_Goal of the exercise_
Write out the data in full, exactly as shown.

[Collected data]
※
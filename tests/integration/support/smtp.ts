// A throw-away SMTP server inside the test process, so integration tests see
// exactly what the app handed over (the same smtp-server the local mailbox uses).
import { SMTPServer } from 'smtp-server';
import { simpleParser, type ParsedMail } from 'mailparser';
import type { AddressInfo } from 'node:net';

export interface CapturedMail {
  to: string[];
  from: string | null;
  parsed: ParsedMail;
}

export async function startSmtpCapture() {
  const received: CapturedMail[] = [];
  const server = new SMTPServer({
    authOptional: true,
    disabledCommands: ['STARTTLS'],
    logger: false,
    onData(stream, session, callback) {
      simpleParser(stream)
        .then((parsed) => {
          received.push({
            to: session.envelope.rcptTo.map((r) => r.address),
            from: session.envelope.mailFrom ? session.envelope.mailFrom.address : null,
            parsed,
          });
          callback();
        })
        .catch(callback);
    },
  });
  await new Promise<void>((resolve) => server.listen(0, '127.0.0.1', resolve));
  const port = (server.server.address() as AddressInfo).port;
  const saved = { SMTP_HOST: process.env.SMTP_HOST, SMTP_PORT: process.env.SMTP_PORT, MAIL_DEV_INBOX: process.env.MAIL_DEV_INBOX };
  Object.assign(process.env, { SMTP_HOST: '127.0.0.1', SMTP_PORT: String(port), MAIL_DEV_INBOX: '1' });
  return {
    port,
    received,
    /** The newest message to this address (or undefined). */
    lastTo(address: string) {
      return [...received].reverse().find((m) => m.to.includes(address));
    },
    async stop() {
      for (const [k, v] of Object.entries(saved)) {
        if (v === undefined) delete process.env[k];
        else process.env[k] = v;
      }
      await new Promise<void>((resolve) => server.close(() => resolve()));
    },
  };
}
※
_Solution for this task_
filename tests/integration/support/smtp.ts
// A throw-away SMTP server inside the test process, so integration tests see
// exactly what the app handed over (the same smtp-server the local mailbox uses).
import { SMTPServer } from 'smtp-server';
import { simpleParser, type ParsedMail } from 'mailparser';
import type { AddressInfo } from 'node:net';

export interface CapturedMail {
  to: string[];
  from: string | null;
  parsed: ParsedMail;
}

export async function startSmtpCapture() {
  const received: CapturedMail[] = [];
  const server = new SMTPServer({
    authOptional: true,
    disabledCommands: ['STARTTLS'],
    logger: false,
    onData(stream, session, callback) {
      simpleParser(stream)
        .then((parsed) => {
          received.push({
            to: session.envelope.rcptTo.map((r) => r.address),
            from: session.envelope.mailFrom ? session.envelope.mailFrom.address : null,
            parsed,
          });
          callback();
        })
        .catch(callback);
    },
  });
  await new Promise<void>((resolve) => server.listen(0, '127.0.0.1', resolve));
  const port = (server.server.address() as AddressInfo).port;
  const saved = { SMTP_HOST: process.env.SMTP_HOST, SMTP_PORT: process.env.SMTP_PORT, MAIL_DEV_INBOX: process.env.MAIL_DEV_INBOX };
  Object.assign(process.env, { SMTP_HOST: '127.0.0.1', SMTP_PORT: String(port), MAIL_DEV_INBOX: '1' });
  return {
    port,
    received,
    /** The newest message to this address (or undefined). */
    lastTo(address: string) {
      return [...received].reverse().find((m) => m.to.includes(address));
    },
    async stop() {
      for (const [k, v] of Object.entries(saved)) {
        if (v === undefined) delete process.env[k];
        else process.env[k] = v;
      }
      await new Promise<void>((resolve) => server.close(() => resolve()));
    },
  };
}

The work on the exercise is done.